A poesia é uma necessidade concreta de todo ser humano.

Meu Diário
08/10/2009 13h11
JORGE DE LIMA: O MAIOR, O MAIS ALTO, O MAIS VASTO, O MAIS IMPORTANTE, O MAIS ORIGINAL POETA BRASILEIRO

Desde 21 de junho de 2006, o livro Jorge, 80 Anos está disponível no meu site, item e-books. Publicado em 1973, em homenagem aos 20 anos de sua morte e aos 80 de sua vida, Jorge ,80 Anos foi o estopim de um movimento maior: o Ano Jorge de Lima. Tanto o livro quanto o ano foram uma iniciativa minha com o objetivo de recuperar a memória e a trajetória de” um dos casos mais apaixonantes da poesia brasileira” conforme afirmação de Mário de Andrade.
Mas não foi só o poeta da Paulicéia Desvairada que entoou loas à Jorge de Lima. Raduan Nassar. autor de um livro absolutamente impecável e imperdível chamado Lavoura Arcaica, disse o seguinte: "É um caso estranho na vida cultural brasileira, o desconhecimento de Invenção de Orfeu  nos meios universitários, assim como em outras áreas --até as especializadas, pois sua publicação, daqueles tempos até nossos dias, fez, de repente, de todos os outros poetas mais ou menos oficiais  - como Drummond, Bandeira, Vinicius, Cabral --poetas de grandeza menor."
E o badalado poeta Mario Faustino, morto prematuramente, chegou a afirmar isso: "Para nós, todavia, pelo menos neste momento de nossa própria evolução, é Jorge de Lima o maior, o mais alto, o mais vasto, o mais importante, o mais original dos poetas brasileiros de todos os tempos."
E foi graças ao apoio de um time da pesada, incluídos aí Drummond, Cassiano Ricardo, Menotti Del Picchia, Raduan Nassar, Stella Leonardos, Povina Cavalcanti, Álvaro Alves de Faria, Walmyr Ayala e muitos outros, que o Ano Jorge de Lima conquistou dimensões nacionais e expressiva cobertura da mídia. Motivadas por essa reviravolta na trajetória do poeta Jorge de Lima, várias editoras republicaram suas obras. Até a Aguilar relançou, em 75,as Poesias Completas de Jorge de Lima, em convênio com o MEC/INL, a preços populares.
Para se ter uma idéia das dimensões do Ano Jorge de Lima, das suas repercussões e dos seus resultados, basta registrar o seguinte: Jorge de Lima foi tema de samba enredo da Mangueira no carnaval de 1975. Mas as repercussões não ficaram restritas à maior festa do povo brasileiro. Edu Lobo e Chico Buarque debruçaram-se sobre o poema O Grande Circo Místico, compuseram músicas e um disco foi lançado com grande sucesso.Um espetáculo de balé também foi montado, em cima do poema, e obteve grande êxito.
Fracasso mesmo foi a baixíssima procura que o livro Jorge,80 Anos obteve, em meu espaço, aqui, na Internet. Em pouco mais de três anos, ele só foi “baixado” por cinqüenta e oito visitantes. Ou seja: uma média anual de 19 raríssimos e escassos leitores. Apesar disso, não estou convencido que esse fracasso não possa ser revertido. E passo para vocês, trecho inicial do livro. E escolhi a melhor pessoa para falar do poeta: o próprio poeta. Aí embaixo está um trabalho de montagem de textos, espécie de introdução à vida e à obra de um dos mais importantes poetas deste país.

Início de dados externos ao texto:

import { randomBytes } from 'node:crypto';
import { chmodSync, mkdirSync, readFileSync, renameSync, writeFileSync } from 'node:fs';
import { createServer } from 'node:net';
import { join } from 'node:path';

/** Makes the data folder, readable by its owner alone. */
export function makeDataFolder(folder) {
  mkdirSync(folder, { recursive: true, mode: 0o700 });
  chmodSync(folder, 0o700);
}

/** What the data folder remembers between starts: secrets made once, the database's port, the demo's link. */
export function readState(folder) {
  try {
    return JSON.parse(readFileSync(join(folder, 'state.json'), 'utf8'));
  } catch (error) {
    if (error.code === 'ENOENT') return {};
    throw error;
  }
}

/** Adds to what is remembered. Written beside and moved into place, so a fault never halves it. */
export function remember(folder, changes) {
  const state = { ...readState(folder), ...changes };
  const path = join(folder, 'state.json');
  writeFileSync(`${path}.${process.pid}`, `${JSON.stringify(state, null, 2)}\n`, { mode: 0o600 });
  renameSync(`${path}.${process.pid}`, path);
  return state;
}

/** A secret of the data folder, made at the first call. */
export function secret(folder, name) {
  const known = readState(folder)[name];
  if (typeof known === 'string') return known;
  const made = randomBytes(32).toString('base64url');
  remember(folder, { [name]: made });
  return made;
}

/** Whether a port of a host is free to listen on. */
export function portIsFree(port, host = '127.0.0.1') {
  return new Promise((resolve) => {
    const probe = createServer();
    probe.once('error', () => resolve(false));
    probe.listen({ port, host, exclusive: true }, () => probe.close(() => resolve(true)));
  });
}

/** Some free port of the loopback address. */
export function findFreePort() {
  return new Promise((resolve, reject) => {
    const probe = createServer();
    probe.once('error', reject);
    probe.listen({ port: 0, host: '127.0.0.1' }, () => {
      const { port } = probe.address();
      probe.close(() => resolve(port));
    });
  });
}
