'use client';

import { useEffect, useRef, useState } from 'react';
import type { EditorHandle } from '@/components/sheet/editor/make-editor';
import { knownMarks } from '@/components/sheet/editor/names';
import { placedFaults } from '@/components/sheet/editor/source-editor';
import type { ShownLine } from '@/components/sheet/state/shown';
import { TRIAL_LIMITS } from '@/lib/notebooks/trial-limits';

interface LiveSourceProps {
  source: string;
  lines: readonly ShownLine[];
  onWrite: (source: string) => void;
}

const LABEL = 'Lines to work out';

/** Where the line counted from 1 begins in the whole text. */
function startOf(source: string, line: number): number {
  return source
    .split('\n')
    .slice(0, line - 1)
    .reduce((sum, text) => sum + text.length + 1, 0);
}

/** The source of the live cell: a plain field in the page as it comes, the sheet's own editor once that is loaded. */
export function LiveSource({ source, lines, onWrite }: LiveSourceProps) {
  const parent = useRef<HTMLDivElement>(null);
  const plain = useRef<HTMLTextAreaElement>(null);
  const handle = useRef<EditorHandle | null>(null);
  const latest = useRef({ source, lines, onWrite });
  const [ready, setReady] = useState(false);

  useEffect(() => {
    latest.current = { source, lines, onWrite };
  });

  useEffect(() => {
    let gone = false;
    void import('@/components/sheet/editor/make-editor').then(({ makeEditor }) => {
      if (gone || !parent.current) return;
      const field = plain.current;
      const inHand = document.activeElement === field;
      const column = field?.selectionStart ?? latest.current.source.length;
      const made = makeEditor({
        parent: parent.current,
        source: latest.current.source,
        kind: 'dimension',
        label: LABEL,
        column,
        onWrite: (text) => latest.current.onWrite(text),
        onLeave: () => false,
        names: {
          marks: () => knownMarks([{ id: LABEL }], new Map([[LABEL, latest.current.lines]])),
          goTo: () => false,
          rename: () => false,
        },
      });
      handle.current = made;
      setReady(true);
      if (inHand) made.focus(column);
    });
    return () => {
      gone = true;
      handle.current?.destroy();
      handle.current = null;
    };
  }, []);

  useEffect(() => {
    handle.current?.setSource(source);
  }, [source, ready]);

  useEffect(() => {
    handle.current?.setFaults(
      lines.flatMap(({ result }) => {
        const start = startOf(latest.current.source, result.line);
        return placedFaults(result).map((fault) => ({
          ...fault,
          from: fault.from + start,
          to: fault.to + start,
        }));
      }),
    );
  }, [lines, ready]);

  return (
    <>
      <div ref={parent} className={ready ? '' : 'hidden'} />
      {!ready && (
        <textarea
          ref={plain}
          name="lines"
          aria-label={LABEL}
          value={source}
          onChange={(event) => onWrite(event.target.value)}
          rows={Math.min(TRIAL_LIMITS.lines, source.split('\n').length)}
          maxLength={TRIAL_LIMITS.length}
          spellCheck={false}
          autoCapitalize="off"
          autoComplete="off"
          className="block w-full resize-none bg-transparent font-mono text-source"
        />
      )}
    </>
  );
}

Nasci em União, no Estado de Alagoas, a 23 de abril de 1893.
(Lembrança da casa grande tenho muita. Mas forte mesmo, lembrança que eu possa escrever, registrada nos olhos abertos, nos ouvidos indignados foi o grito do Joca, a sua cara rompante:
-- Guia de cego! Guia de cego !
Sim, eu estava guia de cego. Puríssimo. Completíssimo, segurando a mão dela, tomando conta da menina cega- eu de seis anos,angelicamente besta, irresponsável, anódino, transparente como uma infância).
Criança cambembe eu tive dons que perdi.  Dons de apreensão da verdade, de Deus me tocando, dons além das medidas da razão humana.
(Faz de conta que os sabugos são bois...Faz de conta...e os sabugos de milho mugem como bois de verdade...e os tacos que deveriam ser soldadinhos de chumbo são
cangaceiros de chapéus de couro...É   boquinha de noite no mundo que o menino impossível povoou sozinho!
Em certa noite éramos seis em torno de uma esfera armilar povoada de insetos.
(O candeeiro familiar, grande, belga,a  querosene em que havíamos estudado carta de ABC, tabuada, fora deixado de lado. Prá que belga onde havia luz elétrica ? Porém o jeito de estudar residia na presença do candeeiro.  A luz, em cima, da lâmpada elétrica, era fria e distante. Minha mãe  compreendeu o efeito montessórico do candeeiro. Mandou buscá-lo. Apenas modernizou-o, substituindo o pavio por lâmpadas elétricas. Então o estudo vinha. E vinham meninos da vizinhança atraídos pelo que se passava à luz do candeeiro.)
Por volta de 1903 a mudança de nossa família prá capital do Estado.
(Caminhos inventados por quem não tem pressa de ir-se embora. Pelos que vão à escola. Pelos que vão à vila trabalhar. Pelos que vão ao eito. Pelos que se despedem da vida que é tão bela... Caminhos de minha terra onde perdi os olhos e os passos da meditação... Mundaú! --rio torto -caminho de curvas por onde eu vim para a cidade onde ninguém sabe o que é caminho.)
Em Maceió,  meu pai adquiriu uma casa térrea na rua do Rosário.
(Vi-me fascinado pela Igreja do Rosário adiante de minha casa. Na torre desse templo o galo metálico sotoposto atravessa meus livros e perdura em Livro de Sonetos e Invenção de Orfeu e toma o colorido de Orpington azul que meu tio Argemiro Barroso importava para o seu aviário à margem da Lagoa Mundaú.)
Antes de maio findar li Inês copiada por meu pai. Ele amava aqueles  versos de Camões.
(Eu era os meus sete anos, vendo-a vejo a própria poesia que surgiu intemporal, poesia que antevejo, poesia que me vê, verá, me viu. Musa aparecida de cem faces, Inês mirante, chamada Inês de muitos nomes, antes, depois, como agora, hoje distantes. Eterna, linda Inês, paz, desapego, porta recriada para os sem sossego.)
Rimando infantilidades, porém muito analfabeto, minhas bestagens agradavam mãe orgulhosa de seu filho.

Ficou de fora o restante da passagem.